Court for Intergenerational Climate Crimes Framer Framed Court for Intergenerational Climate Crimes (2021) by Radha D'Souza and Jonas Staal. Commissioned by Framer Framed, Amsterdam. Photo: Ruben Hamelink

Report: The CICC, a DIY Court for Climate Crimes

In late October 2021, a spectacle as enlightening as it was confusing took place in the Framer Framed arts centre building in Amsterdam. Multinationals linked to the Dutch State, and that state itself, stood trial for their ‘intergenerational climate crimes’.

By: Kees Hudig
Published: 7 Februari 2022

The project began on September 24, 2021, when the initiators of the Court for Intergenerational Cliame Crimes (CICC), Framer Framed, Jonas Staal and Radha D’Souza opened the exhibition and deposited both the legal basis and the charges against the four defendants who would later stand trial.

Jonas Staal is a Dutch artist, who had devised the setting of a courtroom to make visible what crimes are currently (and have been in the past and therefore in the future) being committed. Radha D’Souza is an Indian/British lawyer and activist, who published the book ‘What’s Wrong with Rights‘ (Pluto Press, 2018) about the problematic relationship between formal rights and victims who are condemned to use them to actually get due justice. The book is central to the project.

Radha D’Souza, with a team from Framer Framed (disclaimer by this writer: I was also involved), had worked out three very physical cases per ‘case’ that would have to support the accusation. And she led the court, assisted by three other ‘judges’: Sharon H. Venne, Nicholas Hildyard and Rasigan Maharajh.

The space where these proceedings were taking place, and where the public could attend as a jury, was hosting an exhibition of paintings of extinct animals and plants. They were the “comrades” who could no longer defend themselves. Not only because they were extinct, but also because they are not human beings and therefore have no place in the administration of justice. Between them were large casts of ammonites, and in the middle of the room was a silent oil tank. The organic basis of the fossil fuels that are now causing the climate disaster. But also the tangible relationship between us, and our activities now, and the history of the earth and what was and is being done with it. The exhibition lasted until February 12, 2022.
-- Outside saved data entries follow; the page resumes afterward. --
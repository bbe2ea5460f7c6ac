/**
 * Peak markers painted on the plot's canvas overlay (not as plotly markers: every SVG marker cost
 * every redraw). Built once per peak list, trace, ordinate and assignment state; each paint picks
 * the strongest peaks in view. Pure, like ladderScene.
 */
import type { PeakList } from '../../analysis/peaksFind';
import type { Trace } from '../../io/trace';
import { listAlign } from '../../state/memo';
import type { AssignmentRow } from '../../state/selectors';
import { sortedLowerBound } from '../../state/sortedSearch';
import { assignedDotsFinish, viewMaps, type LadderPaintContext, type LadderView } from './ladderScene';
import type { PlotTheme } from './plotColours';

/** Largest number of peak markers drawn at once (the strongest by SNR in view are kept). */
export const PEAK_MARKERS_MAX = 250;

/** Radius of a peak marker, CSS px (an assigned one is drawn 0.75 px larger). */
const MARKER_RADIUS_PX = 3.5;

/** Peak markers ready to paint: position, height on the plotted ordinate, state. */
export interface PeakLayer {
  peaks: PeakList;
  /** Peak positions, cm^-1 (ascending, as in the peak list). */
  nuCm1: Float64Array;
  /** Marker height: the trace's value at the peak on the plotted ordinate. */
  y: Float64Array;
  /** 1 = carries an assignment (filled marker). */
  isAssigned: Uint8Array;
  /** Label markup of a peak's assignment, or undefined (for its tooltip). */
  assignedLabel: (positionCm1: number) => string | undefined;
}

/** Axis mapping of the trace panel, CSS px relative to the canvas (same form as the ladder panel's). */
export type PanelView = LadderView;

function traceValueAt(trace: Trace, positionCm1: number): number {
  const x = trace.wavenumberCm1;
  const k = Math.min(Math.max(sortedLowerBound(x, positionCm1), 0), x.length - 1);
  const j = k > 0 && Math.abs(x[k - 1] - positionCm1) < Math.abs(x[k] - positionCm1) ? k - 1 : k;
  return trace.absorbance[j];
}

/** The parts of a peak layer that do not depend on the assignments. */
export type PeakLayerBase = Pick<PeakLayer, 'peaks' | 'nuCm1' | 'y'> & {
  /**
   * Every peak index, strongest SNR first (ties by position), so a view with more peaks than
   * PEAK_MARKERS_MAX takes its strongest without sorting on every paint (absent: sorted per view).
   */
  snrOrder?: Int32Array;
};

/** Strongest first; an infinite SNR (noise-free trace) sorts first, NaN last; ties by index. */
function bySnrDescending(snr: Float64Array): (a: number, b: number) => number {
  return (a, b) => (snr[b] || 0) - (snr[a] || 0) || a - b;
}

/**
 * Positions and heights of the markers (once per peak list, trace and ordinate).
 * @param peaks peak list (positions ascending)
 * @param trace the trace the peaks were found in
 * @param ordinate plotted ordinate (transmittance = 10^−A)
 */
export function peakLayerBase(peaks: PeakList, trace: Trace, ordinate: 'absorbance' | 'transmittance'): PeakLayerBase {
  const n = peaks.count;
  const y = new Float64Array(n);
  for (let i = 0; i < n; i++) {
    const a = traceValueAt(trace, peaks.wavenumberCm1[i]);
    y[i] = ordinate === 'transmittance' ? 10 ** -a : a;
  }
  const snrOrder = Int32Array.from({ length: n }, (_, i) => i).sort(bySnrDescending(peaks.snr));
  return { peaks, nuCm1: peaks.wavenumberCm1.subarray(0, n), y, snrOrder };
}

/**
 * Add the assignment state (once per change of the assignments): each assigned peak is found by
 * its position, so the cost grows with the number of assignments, not of peaks.
 * @param base from peakLayerBase
 * @param assigned peak id → label markup of the (first) assignment on that peak
 * @param peakId the store's peak id of a position (ids encode the position)
 * @param idPositionCm1 the position an id encodes, cm^-1
 */
export function peakLayerBuild(
  base: PeakLayerBase,
  assigned: ReadonlyMap<string, string>,
  peakId: (positionCm1: number) => string,
  idPositionCm1: (id: string) => number,
): PeakLayer {
  const nu = base.nuCm1;
  const isAssigned = new Uint8Array(nu.length);
  for (const id of assigned.keys()) {
    const at = idPositionCm1(id);
    if (!Number.isFinite(at)) continue;
    const k = sortedLowerBound(nu, at);
    for (const j of [k - 1, k, k + 1]) if (j >= 0 && j < nu.length && peakId(nu[j]) === id) isAssigned[j] = 1;
  }
  return { ...base, isAssigned, assignedLabel: (positionCm1) => assigned.get(peakId(positionCm1)) };
}

/** A peak layer and what the next peakLayerUpdate may reuse. */
export interface PeakLayerState {
  layer: PeakLayer;
  base: PeakLayerBase;
  /** The assignment rows it marks. */
  rows: readonly AssignmentRow[];
}

/** Peak id → label markup of the first row on that peak (what peakLayerBuild takes). */
export function peakLayerAssignedOf(rows: readonly AssignmentRow[]): Map<string, string> {
  const m = new Map<string, string>();
  for (const r of rows) if (r.a.peakId && !m.has(r.a.peakId)) m.set(r.a.peakId, r.labelHtml);
  return m;
}

/** Mark the peak of `id` in isAssigned (see peakLayerBuild). */
function peakMark(
  isAssigned: Uint8Array,
  nu: Float64Array,
  id: string,
  peakId: (positionCm1: number) => string,
  idPositionCm1: (id: string) => number,
): void {
  const at = idPositionCm1(id);
  if (!Number.isFinite(at)) return;
  const k = sortedLowerBound(nu, at);
  for (const j of [k - 1, k, k + 1]) if (j >= 0 && j < nu.length && peakId(nu[j]) === id) isAssigned[j] = 1;
}

/**
 * The layer of peakLayerBuild(base, peakLayerAssignedOf(rows)) made from the previous one where it
 * can: with the same base, rows appended or replaced by rows on the same peak (memo/listAlign) only
 * mark their own peaks; a row that left its peak (deleted, moved, undone) rebuilds the layer. The
 * tooltip's labels are looked up in a map built on the first hover, not on every change. Equal to
 * peakLayerBuild (checked in test/ui/peakLayer.test.ts).
 * @param prev the state of the previous call, or null
 */
export function peakLayerUpdate(
  prev: PeakLayerState | null,
  base: PeakLayerBase,
  rows: readonly AssignmentRow[],
  peakId: (positionCm1: number) => string,
  idPositionCm1: (id: string) => number,
): PeakLayerState {
  if (prev && prev.base === base && prev.rows === rows) return prev;
  const nu = base.nuCm1;
  let isAssigned: Uint8Array | null = null;
  if (prev && prev.base === base) {
    const old = prev.rows;
    const n0 = old.length;
    const n = rows.length;
    const { prefix, suffix } = listAlign(old, rows);
    const added: string[] = [];
    let isLeft = false;
    for (let i = prefix; i < Math.max(n0, n) - suffix && !isLeft; i++) {
      const was = i < n0 - suffix ? old[i].a.peakId : undefined;
      const now = i < n - suffix ? rows[i].a.peakId : undefined;
      if (was === now) continue;
      if (was) isLeft = true;
      else if (now) added.push(now);
    }
    if (!isLeft) {
      isAssigned = prev.layer.isAssigned;
      if (added.length > 0) {
        isAssigned = isAssigned.slice();
        for (const id of added) peakMark(isAssigned, nu, id, peakId, idPositionCm1);
      }
    }
  }
  if (!isAssigned) {
    isAssigned = new Uint8Array(nu.length);
    const seen = new Set<string>();
    for (const r of rows) {
      const id = r.a.peakId;
      if (!id || seen.has(id)) continue;
      seen.add(id);
      peakMark(isAssigned, nu, id, peakId, idPositionCm1);
    }
  }
  let labels: Map<string, string> | null = null;
  const layer: PeakLayer = {
    ...base,
    isAssigned,
    assignedLabel: (positionCm1) => (labels ??= peakLayerAssignedOf(rows)).get(peakId(positionCm1)),
  };
  return { layer, base, rows };
}

/** Tooltip markup of a peak: position, height, SNR, width, blend flag and its assignment. */
export function peakLayerTipHtml(layer: PeakLayer, i: number): string {
  const p = layer.peaks;
  const nu = p.wavenumberCm1[i];
  const label = layer.isAssigned[i] ? layer.assignedLabel(nu) : undefined;
  return (
    `peak ${nu.toFixed(4)} cm⁻¹<br>height ${p.height[i].toPrecision(3)} (SNR ${Number.isFinite(p.snr[i]) ? p.snr[i].toFixed(0) : '∞'})` +
    `<br>FWHM ${p.fwhmCm1[i].toPrecision(2)} cm⁻¹${p.isBlend[i] ? '<br>blend' : ''}${label ? `<br>assigned ${label}` : ''}`
  );
}

/**
 * Indices of the peaks drawn in a view: all in the visible range, or the PEAK_MARKERS_MAX strongest
 * by SNR when there are more (ascending position).
 */
export function peakLayerVisible(layer: PeakLayerBase, x0Cm1: number, x1Cm1: number): Int32Array {
  const lo = sortedLowerBound(layer.nuCm1, Math.min(x0Cm1, x1Cm1));
  const hi = sortedLowerBound(layer.nuCm1, Math.max(x0Cm1, x1Cm1));
  const n = Math.max(hi - lo, 0);
  if (n <= PEAK_MARKERS_MAX) return Int32Array.from({ length: n }, (_, k) => lo + k);
  const order = layer.snrOrder;
  if (order) {
    // The first PEAK_MARKERS_MAX of the whole list's order that lie in view: the same peaks as
    // sorting the view's own, since a sub-list keeps the order.
    const kept = new Int32Array(PEAK_MARKERS_MAX);
    let m = 0;
    for (let k = 0; k < order.length && m < PEAK_MARKERS_MAX; k++) if (order[k] >= lo && order[k] < hi) kept[m++] = order[k];
    return kept.sort();
  }
  const bySnr = Array.from({ length: n }, (_, k) => lo + k).sort(bySnrDescending(layer.peaks.snr));
  return Int32Array.from(bySnr.slice(0, PEAK_MARKERS_MAX)).sort();
}

/**
 * Paint the peak markers of a view: free peaks as open circles (blends as open diamonds), assigned
 * peaks as filled circles with a paper-coloured ring.
 * @param drawn indices from peakLayerVisible
 * @returns the number of markers painted
 */
export function peakLayerPaint(ctx: LadderPaintContext, layer: PeakLayer, drawn: Int32Array, view: PanelView, theme: PlotTheme): number {
  if (!(view.widthPx > 0 && view.heightPx > 0) || view.x1Cm1 === view.x0Cm1 || view.y1 === view.y0) return 0;
  ctx.save();
  ctx.beginPath();
  ctx.rect(view.leftPx, view.topPx, view.widthPx, view.heightPx);
  ctx.clip();
  markersDraw(ctx, layer, drawn, view, theme);
  ctx.restore();
  return drawn.length;
}

/** Free markers (one stroked path), then assigned ones (one filled and ringed path), of the listed peaks. */
function markersDraw(ctx: LadderPaintContext, layer: PeakLayer, list: ArrayLike<number>, view: PanelView, theme: PlotTheme): void {
  const { px, py } = viewMaps(view);
  const r = MARKER_RADIUS_PX;
  // Free peaks: one path of open shapes.
  ctx.beginPath();
  for (let k = 0; k < list.length; k++) {
    const i = list[k];
    if (layer.isAssigned[i]) continue;
    const x = px(layer.nuCm1[i]);
    const y = py(layer.y[i]);
    if (layer.peaks.isBlend[i]) {
      ctx.moveTo(x, y - r - 0.8);
      ctx.lineTo(x + r + 0.8, y);
      ctx.lineTo(x, y + r + 0.8);
      ctx.lineTo(x - r - 0.8, y);
      ctx.closePath();
    } else {
      ctx.moveTo(x + r, y);
      ctx.arc(x, y, r, 0, 2 * Math.PI);
    }
  }
  ctx.strokeStyle = theme.peak;
  ctx.lineWidth = 1.3;
  ctx.stroke();
  // Assigned peaks: filled.
  ctx.beginPath();
  for (let k = 0; k < list.length; k++) {
    const i = list[k];
    if (!layer.isAssigned[i]) continue;
    const x = px(layer.nuCm1[i]);
    const y = py(layer.y[i]);
    ctx.moveTo(x + r + 0.75, y);
    ctx.arc(x, y, r + 0.75, 0, 2 * Math.PI);
  }
  assignedDotsFinish(ctx, theme);
}

/**
 * Half the side of the box a marker may touch, CSS px: the largest shape (a blend's diamond, r + 0.8)
 * plus its outline's reach at a corner (the miter of a right angle, 0.65·√2 < 1.3 px) plus a pixel
 * of anti-aliasing, rounded up.
 */
const MARKER_BOX_HALF_PX = Math.ceil(MARKER_RADIUS_PX + 0.8 + 1.3 + 1);

/**
 * The drawn peaks whose marker differs between two layers of the same peaks (one was assigned or
 * freed), for a partial repaint; null when the layers do not place the same peaks at the same
 * heights (another peak list, trace or ordinate), which needs a whole one.
 * @param drawn indices from peakLayerVisible (the same for both layers)
 */
export function peakLayerChanged(prev: PeakLayer, next: PeakLayer, drawn: Int32Array): Int32Array | null {
  if (prev.peaks !== next.peaks || prev.nuCm1 !== next.nuCm1 || prev.y !== next.y) return null;
  if (prev.isAssigned === next.isAssigned) return new Int32Array(0);
  const out: number[] = [];
  for (const i of drawn) if (prev.isAssigned[i] !== next.isAssigned[i]) out.push(i);
  return Int32Array.from(out);
}

/**
 * Repaint the markers around some peaks only, on a canvas that shows `drawn` as peakLayerPaint painted
 * them: the box around each changed peak is cleared and every drawn marker that reaches a box is
 * painted again, clipped to the boxes and in peakLayerPaint's order, so the boxes come out as a whole
 * repaint would paint them and nothing outside them is touched.
 * @param changed indices of the peaks whose marker changed (peakLayerChanged)
 * @param devicePixelRatio device pixels per CSS px of the canvas @default 1
 * @returns the number of markers painted again
 */
export function peakLayerRepaint(
  ctx: LadderPaintContext,
  layer: PeakLayer,
  drawn: Int32Array,
  changed: Int32Array,
  view: PanelView,
  theme: PlotTheme,
  devicePixelRatio = 1,
): number {
  if (changed.length === 0) return 0;
  if (!(view.widthPx > 0 && view.heightPx > 0) || view.x1Cm1 === view.x0Cm1 || view.y1 === view.y0) return 0;
  const { px, py } = viewMaps(view);
  const h = MARKER_BOX_HALF_PX;
  // Boxes on whole device pixels, so their edges clear and repaint whole pixels (no blend of old and new).
  const snapDown = (v: number) => Math.floor(v * devicePixelRatio) / devicePixelRatio;
  const snapUp = (v: number) => Math.ceil(v * devicePixelRatio) / devicePixelRatio;
  const boxes = Array.from(changed, (i) => {
    const x = px(layer.nuCm1[i]);
    const y = py(layer.y[i]);
    return { x0: snapDown(x - h), y0: snapDown(y - h), x1: snapUp(x + h), y1: snapUp(y + h) };
  });
  // A marker reaches a box when its centre lies within h of it.
  const near = Array.from(drawn).filter((i) => {
    const x = px(layer.nuCm1[i]);
    const y = py(layer.y[i]);
    return boxes.some((b) => x > b.x0 - h && x < b.x1 + h && y > b.y0 - h && y < b.y1 + h);
  });
  ctx.save();
  ctx.beginPath();
  ctx.rect(view.leftPx, view.topPx, view.widthPx, view.heightPx);
  ctx.clip();
  ctx.beginPath();
  for (const b of boxes) ctx.rect(b.x0, b.y0, b.x1 - b.x0, b.y1 - b.y0);
  ctx.clip();
  for (const b of boxes) ctx.clearRect(b.x0, b.y0, b.x1 - b.x0, b.y1 - b.y0);
  markersDraw(ctx, layer, near, view, theme);
  ctx.restore();
  return near.length;
}

/**
 * The drawn peak nearest a pointer within `tolerancePx` (CSS px), or −1.
 * @param drawn indices from peakLayerVisible (the ones on screen)
 */
export function peakLayerHitTest(layer: PeakLayer, drawn: Int32Array, view: PanelView, xPx: number, yPx: number, tolerancePx = 6): number {
  if (
    xPx < view.leftPx - tolerancePx ||
    xPx > view.leftPx + view.widthPx + tolerancePx ||
    yPx < view.topPx - tolerancePx ||
    yPx > view.topPx + view.heightPx + tolerancePx
  )
    return -1;
  const { px, py } = viewMaps(view);
  let best = -1;
  let bestD = tolerancePx * tolerancePx;
  for (const i of drawn) {
    const dx = px(layer.nuCm1[i]) - xPx;
    if (dx * dx > bestD) continue;
    const dy = py(layer.y[i]) - yPx;
    const d = dx * dx + dy * dy;
    if (d <= bestD) {
      bestD = d;
      best = i;
    }
  }
  return best;
}

/** Canvas CSS px of a drawn peak (for the overlay's tooltip and read-outs). */
export function peakLayerPixel(layer: PeakLayer, i: number, view: PanelView): { xPx: number; yPx: number } {
  const { px, py } = viewMaps(view);
  return { xPx: px(layer.nuCm1[i]), yPx: py(layer.y[i]) };
}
Court for Intergenerational Climate Crimes (2012-2022) by Radha D’Souza and Jonas Staal. Photo: Ruben Hamelink. Commissioned by Framer Framed, Amsterdam

Four days, four charges

During four days—from October 28 to 31—the four cases were litigated extensively. On the first day, the Dutch State itself was the defendant, followed by Unilever, ING Bank and Airbus.

The form always remained the same. Jonas Staal, as ‘clerk’, read the accusation. Then there was an introductory story about the accused by an expert researcher, activist or journalist. This was followed by three ‘cases’, all presented by people who were involved locally. The judges asked questions to those witnesses, and at the end, each of the four judges gave a sort of philosophical conclusion about the day’s trial. But also at the end, the accused were called upon by Radha D’Souza to defend themselves. All four perpetrators had been summoned in advance and had been sent the accusation, mostly in the form of CEOs or government officials living in the Netherlands. They didn’t show up, but it was a poignant moment, as the room sat waiting every time, in suspense to see if anyone would speak up for the defence.

Originally, the plan had been to have all the witnesses come to Amsterdam so that their testimony would be well presented, and they would also be able to participate in the other cases and meet fellow victims. But because of the corona, that become impossible and everything had to go online, which was a true technical tour de force. It was also a request to have each testimony accompanied by a short video to properly portray the issues. In the end, we succeeded in having people testify and answer questions in every case. The official language in all of this was English, except for a few French-speaking people and an indigenous Peruvian. They received a translation through interpreters.

Photo: Ruben Hamelink

The Dutch State

The introduction to the role of the Dutch State in “intergenerational climate crimes” was given by Bart-Jaap Verbeek of the research organisation SOMO. He gave an enlightening overview of the constructions by which the state works to facilitate activities of companies and multinationals elsewhere. The whole structure of bilateral trade and investment treaties and tax agreements makes the Netherlands one of the main countries of establishment for multinationals from all parts of the world. They often do not have any actual activity in the Netherlands itself, but are established here via shell companies to make use of the bilateral treaties and tax facilities. But the entire structure that the Netherlands has rigged up for this purpose is a real edifice, a legal-economic empire.

This was followed by the three cases. The first is narrated by Sukhgerel Dugersuren, from OT Watch in Mongolia and was a dramatic story of mining in a remote, desert-like part of the country. The gigantic Oyu Tolgoi copper mine of the American multinational corporation Rio Tinto is causing enormous damage in the area, which is inhabited by nomadic herdsmen who see nothing of the proceeds in return, which after all disappear via the Netherlands to tax havens.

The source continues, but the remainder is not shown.